Thursday, June 13, 2013

Todd McFarlane: Spawn at #250

Cerebus #276 (March 2002)
Art by Dave Sim
TODD McFARLANE:
(from Comic Book Resources, 7 June 2013)
...We're heading toward issue #250. I'll be writing #234 this week, and we've got the artwork done for up to for #241, so we're way ahead of schedule! The artist [Szymon Kudranski] and myself have been doing this book since issue #201 and he's given me forty-one issues of artwork. We'll have at least forty-one consecutive issues with the same art team. I've got to at least get to #301 so I can break Dave Sim's independent record! He's got the record for the longest running independent comic book with Cerebus the Aardvark. I've gotta beat him by at least one. It's just a little competition amongst fellow Canadians...

Wednesday, June 12, 2013

Debbie Harry

The Elf As Debbie Harry (2010)
Art by Dave Sim

DAVE SIM:
(from The Beguiling, 2004)
...The look of the Regency Elf was my shameless peroxide tribute to Blondie lead singer Deborah Harry whom I adored at the time with a passion that surpasseth human understanding. A condition dramatically worsened by the acquiring of our first VCR (Beta, which I was assured was the format of the future) and a commercial tape which collected all the videos from the Eat To The Beat album (at a time when commercial videotapes retailed for around $90 each). "Dreaming" "Eat to the Beat" "In the Flesh". I thought I had died and gone to heaven.

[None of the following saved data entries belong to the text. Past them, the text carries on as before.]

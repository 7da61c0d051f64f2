import type { Budget } from '../arith/budget';
import { limitedBudget } from '../arith/limited-budget';
import type { Expression } from '../expression/expression';
import type { Condition } from '../expression/statement';
import { elementText } from '../expression/to-text';
import { degreesOf } from '../ring/degrees';
import type { Graded } from '../ring/graded-ring';
import type { Words } from '../ring/word-ring';
import type { Decision } from './decidable-field';
import type { Finding } from './finding';
import { residueFindings, separationFinding } from './letters-findings';
import { seeLetters, type Seen } from './letters-places';
import { proofSearcher, within } from './letters-proof';
import { searchCounterexample, type DecideOver, type Refutation } from './letters-refute';
import type { LettersStatement } from './letters-statement';
import type { SteinbergRelation, Verdict } from './outcome';

/** How many steps each search may take; together they stay well below what a person waits for. */
const STEPS = { places: 10_000, values: 20_000 } as const;

const COUNTEREXAMPLE = 'A statement about every field and all values fails when it fails for one.';

const RELATIONS =
  'The difference of the sides is an integer combination of multiples of Steinberg relations [x][y] = 0, x + y = 1 (F. Morel, ' +
  'A¹-Algebraic Topology over a Field, LNM 2052, Definition 3.1, number from memory), so it is zero over every field.';

const RESIDUES =
  'A class over k(t) is zero iff its residues at all irreducible polynomials and its specialisation at infinity are (F. Morel, LNM 2052, ' +
  'Theorem 3.24, number from memory); one letter after the other this leads to Q, or to the prime field, and there to ' +
  'signs and residues at primes. A statement in letters holds over every field iff it holds over this one of rational functions.';

const NEITHER =
  'No lawful values at hand separate the sides, and no relations at hand join them; both searches ended at their limits.';

/**
 * Decides over ℚ(letters), or 𝔽_p(letters), where entries are no products of letters alone: residues along one letter after the other
 * as far as residue fields are again fields of rational functions; Steinberg relations among products of the factors of the entries;
 * and values at which the sides differ. A degree in which none of these settles the question is undecided.
 */
export function decideLetters(
  sides: readonly [Expression, Expression],
  conditions: readonly Condition[],
  statement: LettersStatement,
  decideOver: DecideOver,
  budget: Budget,
): Decision {
  const [left = [], right = []] = statement.sides;
  const degrees = degreesOf([...left, ...right]);
  const seen = see(statement, budget);
  const searcher = proofSearcher(statement, budget);

  const verdicts = new Map<number, Verdict>();
  const relations = new Map<string, SteinbergRelation>();
  let named = true;
  for (const degree of degrees) {
    if (seen?.separations.has(degree)) {
      verdicts.set(degree, 'different');
      continue;
    }
    const known = seen !== undefined && !seen.open.has(degree);
    const proof = searcher.prove(degree, known ? 2 : 3);
    verdicts.set(degree, known || proof !== undefined ? 'equal' : 'undecided');
    if (proof === undefined) named = false;
    for (const relation of proof ?? [])
      relations.set(`${elementText(relation.left)} ${elementText(relation.right)}`, relation);
  }

  const apart = degrees.some((degree) => verdicts.get(degree) === 'different');
  const wanted = new Set(degrees.filter((degree) => verdicts.get(degree) !== 'equal'));
  const refutation: Refutation =
    wanted.size === 0
      ? { findings: [], tried: [] }
      : searchCounterexample(
          { left: sides[0], right: sides[1], conditions, statement, degrees: wanted, patience: apart ? 3 : 1 },
          decideOver,
          limitedBudget(budget, STEPS.values),
        );
  for (const { degree, same } of refutation.findings) if (!same) verdicts.set(degree, 'different');

  const { counterexample } = refutation;
  const equal = [...verdicts.values()].every((verdict) => verdict === 'equal');
  const byRelations = equal && named;
  const modulo = (not: ReadonlySet<number> | undefined, there: boolean): boolean | undefined => {
    if (equal) return true;
    if ((not?.size ?? 0) > 0 || !there) return false;
    const complete = seen !== undefined && [...seen.open].every((degree) => verdicts.get(degree) === 'equal');
    return complete ? true : undefined;
  };
  return {
    findings: counterexample === undefined ? shown(statement, verdicts, seen, searcher.words) : refutation.findings,
    theorem:
      counterexample !== undefined
        ? `${COUNTEREXAMPLE} ${refutation.theorem ?? ''}`.trim()
        : byRelations
          ? RELATIONS
          : equal || apart
            ? RESIDUES
            : NEITHER,
    search: {
      verdicts,
      modEta: modulo(
        seen?.notModEta,
        refutation.findings.every((finding) => finding.sameModEta),
      ),
      modH: modulo(
        seen?.notModH,
        refutation.findings.every((finding) => finding.sameModH),
      ),
      ...(counterexample && { counterexample }),
      ...(byRelations && { relations: [...relations.values()] }),
      tried: {
        fields: refutation.tried,
        proof: {
          generators: statement.generators.map(({ element }) => element),
          ...searcher.looked,
          chains: seen?.chains ?? 0,
        },
      },
    },
  };
}

/** What the places tell; nothing where there are too many of them. */
function see({ ring, entries, sides: [left = [], right = []] }: LettersStatement, budget: Budget): Seen | undefined {
  return within(STEPS.places, budget, (limited) =>
    seeLetters({ ...ring, budget: limited }, entries, [left, right], limited),
  );
}

/** What is shown where no counterexample is: residues of both sides, or the end of a chain at which they differ. */
function shown(
  statement: LettersStatement,
  verdicts: ReadonlyMap<number, Verdict>,
  seen: Seen | undefined,
  words: readonly Graded<Words>[] | undefined,
): readonly Finding[] {
  return [...verdicts].flatMap(([degree, verdict]): readonly Finding[] => {
    const separation = seen?.separations.get(degree);
    if (separation !== undefined) return [separationFinding(statement, separation)];
    if (verdict !== 'equal' || words === undefined) return [];
    return residueFindings(statement, degree, words[0]?.get(degree));
  });
}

A few years later, when Richard and Wendy were negotiating with Toronto’s Nelvana Productions to do the Elfquest animated film, Nelvana was in the middle of producing their big debut full-length animated film, Rock and Rule -- which would prove to be as lousy as its title and take them out of the full-length animated film game permanently. Anyway, lo and behold, one of the characters in Rock and Rule was voiced by Debbie Harry, who just happened to be at Nelvana on a day when Wendy was there and they met. And sometime later, Wendy is dropping this casually into the conversation over the phone.

My mouth went dry and my heart started pounding. "You met Debbie Harry?"

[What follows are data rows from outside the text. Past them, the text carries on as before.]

import { integerElement, type Element } from '../expression/element';
import type { Expression } from '../expression/expression';
import type { Condition } from '../expression/statement';
import { elementText } from '../expression/to-text';

/**
 * The conditions under which every entry of a statement is a unit: entry ≠ 0, products taken apart into their factors, each
 * once; then the conditions that were stated.
 */
export function sideConditionsOf(
  expressions: readonly Expression[],
  conditions: readonly Condition[],
): readonly Condition[] {
  const found = new Map<string, Element>();
  const note = (entry: Element): void => {
    switch (entry.kind) {
      case 'negate':
        return note(entry.of);
      case 'product':
        return entry.factors.forEach(note);
      case 'quotient':
        note(entry.numerator);
        return note(entry.denominator);
      case 'power':
        return entry.exponent === 0 ? undefined : note(entry.base);
      case 'integer':
        if (entry.value === 1n) return;
    }
    found.set(elementText(entry), entry);
  };
  const walk = (node: Expression): void => {
    switch (node.kind) {
      case 'symbol':
      case 'angle':
      case 'pfister':
        return node.entries.forEach(note);
      case 'negate':
        return walk(node.of);
      case 'sum':
        return node.terms.forEach(walk);
      case 'product':
        return node.factors.forEach(walk);
      case 'power':
        return walk(node.base);
    }
  };
  expressions.forEach(walk);
  const units = [...found.values()].map((left): Condition => ({ kind: 'unequal', left, right: integerElement(0n) }));
  const own = new Set(found.keys());
  const stated = conditions.filter(
    (condition) =>
      condition.kind !== 'unequal' || elementText(condition.right) !== '0' || !own.has(elementText(condition.left)),
  );
  return [...units, ...stated];
}
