import type { Budget } from '../arith/budget';
import type { Element } from '../expression/element';
import { Refusal } from '../expression/refusal';
import { shownElement } from '../expression/shown';
import type { Field } from '../field/field';
import { elementReader } from '../field/read-element';

/** Reads entries in a field; an entry that is zero there is refused. */
export function unitReader<E>(field: Field<E>, budget: Budget): (entry: Element) => E {
  const read = elementReader(field, budget);
  return (entry) => {
    const value = read(entry);
    if (field.isZero(value)) throw notAUnit(entry, field.name);
    return value;
  };
}

/** The refusal of an entry that is zero. */
export function notAUnit(entry: Element, fieldName: string): Refusal {
  const text = shownElement(entry);
  const zero = text === '0' ? '0 is none' : `${text} is 0 in ${fieldName}`;
  return new Refusal('not-a-unit', `An entry of a symbol must be a unit, and ${zero}.`, entry.at);
}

"Oh, yes," she snorted. "What an awful woman. She is completely anti-art."

I just let it go and we moved on to other subjects. And I always wondered what she meant by that: "anti-art".

But what a weird footnote to the creation of the Regency Elf.

Tuesday, June 11, 2013

Cerebus Style Sheet

Cerebus Style Sheet
Art by Dave Sim (1977)
(Click image to enlarge)
BRIAN COPPOLA: 
(from My Comic Art Museum)
How cool is this? This is the third piece of Cerebus artwork ever created. According to Dave, the first was the little logo that appears on the cover of Issue #1; the second was a sample comic page; the third was this style sheet; and the fourth was page 1 of issue 1.

Monday, June 10, 2013

Post-Agrarian Matriarchal Society


Cerebus #194 (May 1995)
Art by Dave Sim & Gerhard
DAVE SIM:
(from an interview with Charles Brownstein, Feature #4, 1997)
The structure of Estarcion didn't so much collapse as mutate. I mean, I was really stretching a point and you have to bear that in mind. It was taking a series of hypotheticals with definitive answers and pretending the answers weren't definitive. How could you have a post-agrarian matriarchal society? Actually, it started with a feminist society - women on top. The tripartite "she dresses better than me and she's prettier than me so she thinks she's better than me," "She's not as nicely dressed as I am and she's not as pretty as I am so she's jealous of me," and "How you are dressed and how you look are not important" are simply unresolvable and the first two will always overwhelm the third. Which is why I had Cirin make shapeless ugly dresses with hoods a core element of her revolution. In real life, she'd only be able to get a small percentage of women to go along with it. Even if she could it would still bog down over whose eyes were prettier, a nicer shape, a better colour.